Obama tried to show off that reach Friday. The first Black president drew a hero's welcome from a majority Black audience, and he offered plenty of applause lines for Democrats. But he saved plenty of his argument, especially on the economy, for moderates, independents and casual voters, including a defense of Biden, who Obama said is “fighting for you every day.”
He called inflation “a legacy of the pandemic,” the resulting supply chain disruption and the Ukraine war's effects on global oil markets — a sweeping retort to Republican attempts to cast sole blame on Democrats' spending bills.
“What is their answer? ... They want to give the rich tax cuts,” Obama said of the GOP. “That’s their answer to everything. When inflation is low, let’s cut taxes. When unemployment is high, let’s cut taxes. If there was an asteroid heading toward Earth, they would all get in a room and say, you know what we need? We need tax cuts for the wealthy.
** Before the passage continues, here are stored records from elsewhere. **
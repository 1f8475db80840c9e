//! Number cells, parsed straight from their bytes (on the per-row path of a
//! catalogue scan).

const POW10: [f64; 23] = [
    1e0, 1e1, 1e2, 1e3, 1e4, 1e5, 1e6, 1e7, 1e8, 1e9, 1e10, 1e11, 1e12, 1e13, 1e14, 1e15, 1e16,
    1e17, 1e18, 1e19, 1e20, 1e21, 1e22,
];

/// Parse a number cell straight from its bytes. Fast path (Clinger 1990,
/// "How to read floating point numbers accurately"): a plain decimal with
/// at most 15 significant digits is an exact integer m and an exact power
/// of ten, so m / 10^k is correctly rounded by one IEEE division. Anything
/// else (exponents, long mantissas) goes to the standard library parser, and
/// a cell holding `/` is read as a fraction or mixed number (`3/16`, `1-1/2`).
#[inline]
pub fn number(cell: &[u8]) -> Option<f64> {
    number_kind(cell).map(|(v, _)| v)
}

/// [`number`], and whether the cell was read as a fraction or mixed number
/// (so a caller need not search the cell for `/` again).
#[inline]
pub fn number_kind(cell: &[u8]) -> Option<(f64, bool)> {
    let mut b = cell;
    while let [first, rest @ ..] = b {
        if first.is_ascii_whitespace() {
            b = rest
        } else {
            break;
        }
    }
    while let [rest @ .., last] = b {
        if last.is_ascii_whitespace() {
            b = rest
        } else {
            break;
        }
    }
    let (neg, digits) = match b {
        [b'-', rest @ ..] => (true, rest),
        [b'+', rest @ ..] => (false, rest),
        _ => (false, b),
    };
    let mut m: u64 = 0;
    let mut n_digits = 0;
    let mut frac: Option<usize> = None;
    let mut ok = !digits.is_empty();
    for &c in digits {
        match c {
            b'0'..=b'9' => {
                if m == 0 && c == b'0' && frac.is_none() {
                    // leading zeros do not count
                } else {
                    n_digits += 1;
                }
                m = m.wrapping_mul(10).wrapping_add((c - b'0') as u64);
                if let Some(f) = frac.as_mut() {
                    *f += 1;
                }
            }
            b'.' if frac.is_none() => frac = Some(0),
            _ => {
                ok = false;
                break;
            }
        }
    }
    let k = frac.unwrap_or(0);
    if ok && n_digits <= 15 && k <= 22 && digits != b"." {
        let v = m as f64 / POW10[k];
        return Some((if neg { -v } else { v }, false));
    }
    let text = std::str::from_utf8(b).ok()?;
    if b.contains(&b'/') {
        // A fraction or mixed number (3/16, 1-1/2, 1 1/2): off the fast path.
        return crate::units::fraction(text).ok().map(|v| (v, true));
    }
    let v: f64 = text.parse().ok()?;
    v.is_finite().then_some((v, false))
}

/// Text holding a number with a decimal comma (a schedule's cell, a
/// bracing spacing `2,5 m`), with the comma made a point; the rules of
/// [`decimal_comma`].
pub fn decimal_comma_text(text: &str) -> Result<String, String> {
    let mut buf = Vec::new();
    let b = decimal_comma(text.trim().as_bytes(), &mut buf)?;
    // Only an ASCII comma was changed: still UTF-8.
    Ok(String::from_utf8_lossy(b).into_owned())
}

/// A number cell written with a decimal comma (`12,5`), as the standard
/// library and [`number`] read it (`12.5`): the cell itself when it has
/// no comma, else its bytes copied into `buf` with the comma made a point.
/// A point in such a cell is refused (it could be a thousands separator,
/// `1.234,5`), and so is more than one comma.
pub fn decimal_comma<'a>(cell: &'a [u8], buf: &'a mut Vec<u8>) -> Result<&'a [u8], String> {
    let shown = || String::from_utf8_lossy(cell).trim().to_string();
    if cell.contains(&b'.') {
        return Err(format!(
            "'{}': with --decimal-comma a number's decimal mark is ',' and a '.' is refused (it could be a thousands separator): write it as {}",
            shown(),
            shown().replace('.', ",")
        ));
    }
    match cell.iter().filter(|&&b| b == b',').count() {
        0 => Ok(cell),
        1 => {
            buf.clear();
            buf.extend(cell.iter().map(|&b| if b == b',' { b'.' } else { b }));
            Ok(buf.as_slice())
        }
        _ => Err(format!(
            "'{}': more than one decimal comma (thousands separators are not read)",
            shown()
        )),
    }
}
How’s that going to help you?”
Biden has sought to make similar arguments, and was buoyed this week with news of 2.6% economic growth in the third quarter after two consecutive quarters of negative growth.
Yet Lis Smith, a Democratic strategist, said Obama is better positioned to convince voters who haven't decided whom to vote for or whether to vote at all.
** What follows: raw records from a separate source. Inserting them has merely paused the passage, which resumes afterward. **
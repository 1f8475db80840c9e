//! A row's material: the job's, a named grade of the job, or the row's
//! own values (stresses, density, timber factors) on top of either.

use super::row::{CellError, Materials, RowMaterial, cell_err};
use super::schema::{Col, Prop, Schema, factor_of};
use crate::check::{Material, MaterialKind, TimberFactors};

/// The row's material: its grade (if any) looked up in the job, then its
/// own values on top. `own` holds E Fb Fbt Fbc Fv Fy density Emin.
#[inline]
pub(super) fn row_material(
    schema: &Schema,
    mats: &Materials<'_>,
    grade: &str,
    own: &[Option<f64>; 8],
    factors: &TimberFactors,
    name_col: usize,
) -> std::result::Result<RowMaterial, CellError> {
    let mut material = RowMaterial::Job;
    if !grade.is_empty() {
        match mats.grades.iter().position(|(n, _)| n == grade) {
            Some(i) => material = RowMaterial::Grade(i),
            None => {
                let col = schema
                    .cols
                    .iter()
                    .position(|c| *c == Col::Grade)
                    .unwrap_or(0);
                let known: Vec<&str> = mats.grades.iter().map(|g| g.0.as_str()).collect();
                return Err(cell_err(
                    col,
                    schema,
                    format!(
                        "grade '{grade}' is not defined in the job: expected one of [{}] (add [materials.\"{grade}\"] to the job file)",
                        known.join(", ")
                    ),
                ));
            }
        }
    }
    let has_factors = *factors != TimberFactors::default();
    if own.iter().any(Option::is_some) || has_factors {
        let base = match &material {
            RowMaterial::Grade(i) => &mats.grades[*i].1,
            _ => mats.base,
        };
        let m = own_material(schema, base, own, factors, has_factors, name_col)?;
        material = RowMaterial::Own(Box::new(m));
    }
    Ok(material)
}

/// The row's own values on top of `base`, validated.
fn own_material(
    schema: &Schema,
    base: &Material,
    own: &[Option<f64>; 8],
    factors: &TimberFactors,
    has_factors: bool,
    name_col: usize,
) -> std::result::Result<Material, CellError> {
    if has_factors && base.kind != MaterialKind::Timber {
        let col = schema
            .cols
            .iter()
            .position(|c| matches!(c, Col::Factor(_)))
            .unwrap_or(0);
        return Err(cell_err(
            col,
            schema,
            format!(
                "the row gives timber adjustment factors but its material '{}' is not timber: expected kind = \"timber\" in the job's material",
                base.name
            ),
        ));
    }
    let fb = own[1];
    let mut timber = base.timber.with(factors);
    if own[7].is_some() {
        timber.e_min = own[7];
    }
    let m = Material {
        name: base.name.clone(),
        kind: base.kind,
        e: own[0].unwrap_or(base.e),
        fb_tension: own[2].or(fb).or(base.fb_tension),
        fb_compression: own[3].or(fb).or(base.fb_compression),
        fv: own[4].or(base.fv),
        fy: own[5].or(base.fy),
        density: own[6].unwrap_or(base.density),
        timber,
    };
    // Problems in the system the row's dimensions were typed in.
    match m.validate_in(schema.typed_system(crate::units::Show::Dimension)) {
        Ok(()) => Ok(m),
        Err(e) => Err(locate_invalid(schema, e, name_col)),
    }
}

/// A material the check refuses, reported at the column of the value it
/// names (the name column when no column gives it).
fn locate_invalid(schema: &Schema, e: crate::error::Error, name_col: usize) -> CellError {
    let (field, message) = match e {
        crate::error::Error::Input { location, message } => (location.field, message),
        other => (None, other.to_string()),
    };
    let want = |c: &Col| -> bool {
        let name = field.as_deref().and_then(|f| f.strip_prefix("material."));
        match (name, c) {
            (Some("Fy"), Col::Prop(Prop::Fy, _)) => true,
            (Some("E"), Col::Prop(Prop::E, _)) => true,
            (Some("Emin"), Col::Prop(Prop::Emin, _)) => true,
            (Some("Fv"), Col::Prop(Prop::Fv, _)) => true,
            (Some("Fb"), Col::Prop(Prop::Fb | Prop::Fbt | Prop::Fbc, _)) => true,
            (Some("density"), Col::Prop(Prop::Density, _)) => true,
            (Some("kind"), Col::Factor(_) | Col::Prop(Prop::Emin, _)) => true,
            (Some(n), Col::Factor(f)) => factor_of(&n.to_ascii_lowercase()) == Some(*f),
            _ => false,
        }
    };
    let col = schema.cols.iter().position(want);
    cell_err(col.unwrap_or(name_col), schema, message)
}
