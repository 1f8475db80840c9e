//! What prices the catalogues of a run carry, said once for every output
//! that shows a cost: a column header names the currency or says "no
//! prices", and JSON says `"prices": "none"` rather than inventing a
//! currency.

use super::schema::{PriceBasis, Schema};
use crate::error::{Error, Result};
use serde::Serialize;

/// The prices of a run's catalogues.
#[derive(Clone, Debug, PartialEq, Serialize)]
pub struct Prices {
    /// `none` (no price column, or every price cell empty), `given` (every
    /// row read has a price) or `partly given` (some rows have none).
    pub prices: &'static str,
    /// The currency named by the job or the first priced catalogue's
    /// header; null without prices or when no header names one.
    pub currency: Option<String>,
    /// What the price columns are per (length, mass, volume), each once.
    pub price_basis: Vec<PriceBasis>,
}

impl Prices {
    /// From the catalogues' headers and the job's currency (which wins).
    /// `rows` is (rows read, rows with a price) when the rows are known
    /// (schedules), none when they are not (scans).
    pub fn of(
        job_currency: Option<&str>,
        schemas: &[&Schema],
        rows: Option<(usize, usize)>,
    ) -> Prices {
        let mut price_basis = Vec::new();
        for b in schemas.iter().filter_map(|s| s.price_basis) {
            if !price_basis.contains(&b) {
                price_basis.push(b);
            }
        }
        let prices = match rows {
            _ if price_basis.is_empty() => "none",
            Some((_, 0)) => "none",
            Some((n, p)) if p < n => "partly given",
            _ => "given",
        };
        if prices == "none" {
            return Prices {
                prices,
                currency: None,
                price_basis: Vec::new(),
            };
        }
        let currency = job_currency
            .map(str::to_string)
            .or_else(|| schemas.iter().find_map(|s| s.currency.clone()));
        Prices {
            prices,
            currency,
            price_basis,
        }
    }

    /// The prices once the rows are read: `rows` read, `priced` of them
    /// with a price.
    pub fn with_rows(self, rows: usize, priced: usize) -> Prices {
        if priced == 0 {
            Prices::none()
        } else if priced < rows {
            Prices {
                prices: "partly given",
                ..self
            }
        } else {
            self
        }
    }

    /// No prices at all.
    pub fn none() -> Prices {
        Prices {
            prices: "none",
            currency: None,
            price_basis: Vec::new(),
        }
    }

    /// Whether any row has a price.
    pub fn any(&self) -> bool {
        self.prices != "none"
    }

    /// The unit a cost column shows: the currency, "currency not named",
    /// or "no prices".
    pub fn label(&self) -> String {
        match (&self.currency, self.any()) {
            (_, false) => "no prices".into(),
            (Some(c), true) => c.clone(),
            (None, true) => "currency not named".into(),
        }
    }

    /// The unit of a cost per `per` (a length unit): `EUR/m`, or "no
    /// prices".
    pub fn per(&self, per: &str) -> String {
        if self.any() {
            format!("{}/{per}", self.label())
        } else {
            self.label()
        }
    }

    /// What a cost cell shows when it has no figure: "no prices" when the
    /// run has none, "—" when only this row lacks one.
    pub fn missing(&self) -> &'static str {
        if self.any() { "—" } else { "no prices" }
    }

    /// A sentence on the prices for the document, when they need one.
    pub fn note(&self) -> Option<String> {
        if !self.any() {
            return Some("No prices: the catalogue has no price column (or every price cell is empty), so no cost is given.".into());
        }
        let conv: Vec<&str> = self
            .price_basis
            .iter()
            .filter(|b| **b != PriceBasis::PerLength)
            .map(|b| b.phrase())
            .collect();
        let mut s = String::new();
        if !conv.is_empty() {
            s.push_str(&format!(
                "Prices are {}; costs per length are what the rankings use.",
                conv.join("; ")
            ));
        }
        if self.prices == "partly given" {
            if !s.is_empty() {
                s.push(' ');
            }
            s.push_str("Some rows have no price: by cost they rank after every priced row, and a total that includes one is not given.");
        }
        (!s.is_empty()).then_some(s)
    }

    /// Refuse an option `what` that needs prices when there are none.
    pub fn require(&self, what: &str, instead: &str) -> Result<()> {
        if self.any() {
            return Ok(());
        }
        Err(Error::msg(format!(
            "{what}: the catalogue has no prices (no cost or price column, or every price cell empty): add a price column, e.g. cost [EUR/m], price [EUR/t] or price [EUR/m3], or {instead}"
        )))
    }
}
“If it’s just a straight-up referendum on Democrats and the economy, then we’re screwed,” Smith said. “But you have to make the election a choice between the two parties, crystallize the differences.”
Obama, she said, did that in the 2008 and 2012 presidential elections “by winning over a lot of working-class white voters and others we don’t always think about as part of the ‘Obama coalition.’”
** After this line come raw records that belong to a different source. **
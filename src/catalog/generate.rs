//! Generating catalogues of every combination of given dimensions: welded
//! I-sections from plate widths and thicknesses (with slenderness and
//! proportion rules applied), or timber rectangles from widths × depths ×
//! grades, priced from per-unit rates. Writes our CSV format to any
//! `io::Write`.

use crate::error::{Error, Result};
use std::io::Write;

/// What to generate.
#[derive(Clone, Debug)]
pub enum Spec {
    /// Welded doubly symmetric I from plate lists (mm).
    WeldedI {
        bf: Vec<f64>,
        tf: Vec<f64>,
        hw: Vec<f64>,
        tw: Vec<f64>,
        /// Largest bf/(2tf) and hw/tw (None = no limit).
        lambda_f: Option<f64>,
        lambda_w: Option<f64>,
        /// Steel density kg/m³ and price per kg.
        density: f64,
        price_per_kg: Option<f64>,
    },
    /// Timber rectangles: widths × depths × (grade, price per m³).
    Rect {
        b: Vec<f64>,
        d: Vec<f64>,
        grades: Vec<(String, Option<f64>)>,
        max_aspect: Option<f64>,
    },
}

/// Most rows one generation writes (about 1 GB of CSV): a larger grid is
/// almost surely a mistyped range.
pub const MAX_ROWS: u64 = 20_000_000;

fn too_many(planned: u64) -> Error {
    Error::msg(format!(
        "the ranges give {} rows, more than the {} one catalogue may hold (about 1 GB of CSV): narrow the ranges or use coarser steps",
        crate::units::count(planned),
        crate::units::count(MAX_ROWS)
    ))
}

/// Most list combinations looked at before the rules (the count walks them
/// all): beyond this the lists are almost surely mistyped.
pub const MAX_COMBINATIONS: u128 = 1_000_000_000;

/// Visit every row the rules keep, in output order. Welded I rows give
/// (bf, tf, hw, tw) and no grade; rectangles give (b, d) and their grade.
fn each_row(spec: &Spec, mut f: impl FnMut(Row<'_>) -> Result<()>) -> Result<()> {
    match spec {
        Spec::WeldedI {
            bf,
            tf,
            hw,
            tw,
            lambda_f,
            lambda_w,
            ..
        } => {
            for &b in bf {
                for &t in tf {
                    if lambda_f.is_some_and(|l| b / (2.0 * t) > l) {
                        continue;
                    }
                    for &h in hw {
                        if b > h {
                            continue;
                        }
                        for &w in tw {
                            if w > t || lambda_w.is_some_and(|l| h / w > l) || w >= h {
                                continue;
                            }
                            f(Row::WeldedI { b, t, h, w })?;
                        }
                    }
                }
            }
        }
        Spec::Rect {
            b,
            d,
            grades,
            max_aspect,
        } => {
            for (g, rate) in grades {
                for &bb in b {
                    for &dd in d {
                        if max_aspect.is_some_and(|k| dd / bb > k) {
                            continue;
                        }
                        f(Row::Rect {
                            grade: g,
                            rate: *rate,
                            b: bb,
                            d: dd,
                        })?;
                    }
                }
            }
        }
    }
    Ok(())
}

enum Row<'a> {
    WeldedI {
        b: f64,
        t: f64,
        h: f64,
        w: f64,
    },
    Rect {
        grade: &'a str,
        rate: Option<f64>,
        b: f64,
        d: f64,
    },
}

/// How many rows `generate` would write (the same rules, nothing written).
/// Refused when the lists combine into more than [`MAX_COMBINATIONS`].
pub fn count(spec: &Spec) -> Result<u64> {
    let raw: u128 = match spec {
        Spec::WeldedI { bf, tf, hw, tw, .. } => {
            [bf, tf, hw, tw].iter().map(|v| v.len() as u128).product()
        }
        Spec::Rect { b, d, grades, .. } => (b.len() * d.len()) as u128 * grades.len() as u128,
    };
    if raw > MAX_COMBINATIONS {
        return Err(Error::msg(format!(
            "the lists combine into {} candidates before the rules, more than {}: narrow the ranges or use coarser steps",
            crate::units::count(raw),
            crate::units::count(MAX_COMBINATIONS)
        )));
    }
    let mut n = 0u64;
    each_row(spec, |_| {
        n += 1;
        Ok(())
    })?;
    Ok(n)
}

/// Write the catalogue; returns the number of rows. Rules applied to welded
/// I-shapes (common practice, stated in the header comment): tw ≤ tf, bf ≤
/// hw, and the slenderness limits given. Refused before anything is written
/// when the grid gives more than [`MAX_ROWS`] rows.
pub fn generate<W: Write>(spec: &Spec, currency: &str, out_name: &str, out: &mut W) -> Result<u64> {
    let io = |e: std::io::Error| Error::io(out_name, e);
    let planned = count(spec)?;
    if planned > MAX_ROWS {
        return Err(too_many(planned));
    }
    let (density, price_per_kg, has_cost) = match spec {
        Spec::WeldedI {
            lambda_f,
            lambda_w,
            density,
            price_per_kg,
            ..
        } => {
            writeln!(out, "# Generated by beamsift: every welded I of the given plates with tw <= tf, bf <= hw{}{}.",
                lambda_f.map(|l| format!(", bf/(2tf) <= {l:.2}")).unwrap_or_default(),
                lambda_w.map(|l| format!(", hw/tw <= {l:.2}")).unwrap_or_default()).map_err(io)?;
            writeln!(out, "# Mass from the plate areas at {density} kg/m3 (no weld metal); prices from a rate per kg.").map_err(io)?;
            let cost_col = if price_per_kg.is_some() {
                format!(",cost [{currency}/m]")
            } else {
                String::new()
            };
            writeln!(
                out,
                "name,shape,bf [mm],tf [mm],hw [mm],tw [mm],mass [kg/m]{cost_col}"
            )
            .map_err(io)?;
            (*density, *price_per_kg, price_per_kg.is_some())
        }
        Spec::Rect {
            grades, max_aspect, ..
        } => {
            writeln!(out, "# Generated by beamsift: every width x depth x grade{}; prices from a rate per m3.",
                max_aspect.map(|k| format!(" with d/b <= {k}")).unwrap_or_default()).map_err(io)?;
            let has_cost = grades.iter().any(|g| g.1.is_some());
            let cost_col = if has_cost {
                format!(",cost [{currency}/m]")
            } else {
                String::new()
            };
            writeln!(out, "name,shape,grade,b [mm],d [mm]{cost_col}").map_err(io)?;
            (0.0, None, has_cost)
        }
    };
    let mut n = 0u64;
    let mut buf = Vec::with_capacity(256);
    each_row(spec, |row| {
        buf.clear();
        match row {
            Row::WeldedI { b, t, h, w } => {
                let mass = (2.0 * b * t + h * w) * 1e-6 * density;
                write!(buf, "WI {b}x{t}-{h}x{w},welded-i,{b},{t},{h},{w},{mass:.3}").map_err(io)?;
                if let Some(p) = price_per_kg {
                    write!(buf, ",{:.2}", mass * p).map_err(io)?;
                }
            }
            Row::Rect { grade, rate, b, d } => {
                if grade.is_empty() {
                    write!(buf, "{b}x{d},rect,,{b},{d}").map_err(io)?;
                } else {
                    write!(buf, "{b}x{d} {grade},rect,{grade},{b},{d}").map_err(io)?;
                }
                if has_cost {
                    match rate {
                        Some(r) => write!(buf, ",{:.2}", b * d * 1e-6 * r).map_err(io)?,
                        None => buf.push(b','),
                    }
                }
            }
        }
        buf.push(b'\n');
        out.write_all(&buf).map_err(io)?;
        n += 1;
        Ok(())
    })?;
    out.flush().map_err(io)?;
    Ok(n)
}
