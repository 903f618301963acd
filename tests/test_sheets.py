"""Calculation sheets and the terminal as an engineer files and reads them: engineering
rounding with round-off shown as 0, the title block from [project], typeset formulas
(well-formed MathML), the unit-load state of step 7, the trade's words for supports and
bars, the narrow terminal, and the printed page count."""

from __future__ import annotations

import io
import os
import re
import shutil
import subprocess
import sys
import xml.etree.ElementTree as ET
from pathlib import Path

import pytest
from rich.console import Console

import leastwork
from leastwork.output.audit import audit_sheet
from leastwork.output.conventions import SECTION_FORCES
from leastwork.output.documents import sheet_latex, sheet_markdown
from leastwork.output.html import report_html
from leastwork.output.mathml import latex_mathml
from leastwork.output.sheet import Grid, fmt, shown
from leastwork.output.terminal import print_steps, print_summary

CASES = sorted((Path(__file__).parent.parent / "cases").glob("*.toml"))

# A cantilever-like beam A (fixed) - B - C (roller) under a uniform load; redundant C.y,
# so the released structure is the cantilever A-C (invented demo numbers).
PROPPED = """
[project]
title = "Store room shelf beam"
job = "T-0042"
by = "A. Tester"
checked = "B. Checker"
revision = "C"

[structure]
name = "Propped shelf beam"
units = { force = "kN", length = "m" }

[nodes]
A = [0, 0]
B = [3, 0]
C = [5, 0]

[beams]
AB = { nodes = ["A", "B"], EI = "5000 kN*m^2" }
BC = { nodes = ["B", "C"], EI = "5000 kN*m^2" }

[supports]
A = "fixed"
C = "roller"

[[loads]]
member = "AB"
wy = "-2 kN/m"

[[loads]]
member = "BC"
wy = "-2 kN/m"

[analysis]
redundants = ["C.y"]
displacements = ["B.y"]
"""


@pytest.fixture(scope="module")
def propped():
    return leastwork.solve(leastwork.loads_case(PROPPED, source="/somewhere/deep/shelf.toml"))


# ------------------------------------------------------------------ numbers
Obama left office in January 2017 with a 59% approval rating, and Gallup measured his post-presidential approval at 63% the following year, the last time the organization surveyed former presidents. That’s considerably higher than his ratings in 2010, when Democrats lost control of the House in a midterm election that Obama called a “shellacking.” In his second midterm election four years later, the GOP regained control of the Senate.
Still, Bakari Sellers, a prominent Democratic commentator, said Obama's broader popularity shouldn't obscure how much his “special connection” with Black voters and other non-white voters can help Democrats.
The Atlanta rally brought Obama together with Warnock, the first Black U.S. senator in Georgia history, and Abrams, who’s vying to become the first Black female governor in American history.
In Michigan, Obama will campaign in Detroit with Gov. Gretchen Whitmer, who is being challenged by Republican Tudor Dixon, and in Wisconsin he’ll be in Milwaukee with Senate candidate Mandela Barnes, who is trying to oust Republican Sen. Ron Johnson. Each city is where the state's Black population is most concentrated. Obama’s Pennsylvania swing will include Philadelphia, another city where Democrats must get a strong turnout from Black voters to win competitive races for Senate and governor.
With the Senate now split 50-50 between the two major parties and Vice President Kamala Harris giving Democrats the deciding vote, any Senate contest could end up deciding which party controls the chamber for the next two years. Among the tightest Senate battlegrounds, Georgia, Wisconsin and Pennsylvania are three where Black turnout could be most critical to Democratic fortunes.
Axelrod said Obama's turnabout from his own midterm floggings to being Democrats' leading surrogate is, in part, a rite of passage for any former president. “Most of them — maybe not President Trump, but most of them — are viewed more favorably after they leave office,” Axelrod said.
Notably, during Obama’s presidency, former President Bill Clinton was the in-demand heavyweight surrogate, especially for moderates trying to survive Republican surges in 2010 and 2014.
Axelrod said Obama and Clinton have a similar approach.
“What Clinton and Obama share is a kind of unique ability to colloquialize complicated political arguments of the time, just talk in common-sense terms,” Axelrod said. “They’re storytellers.”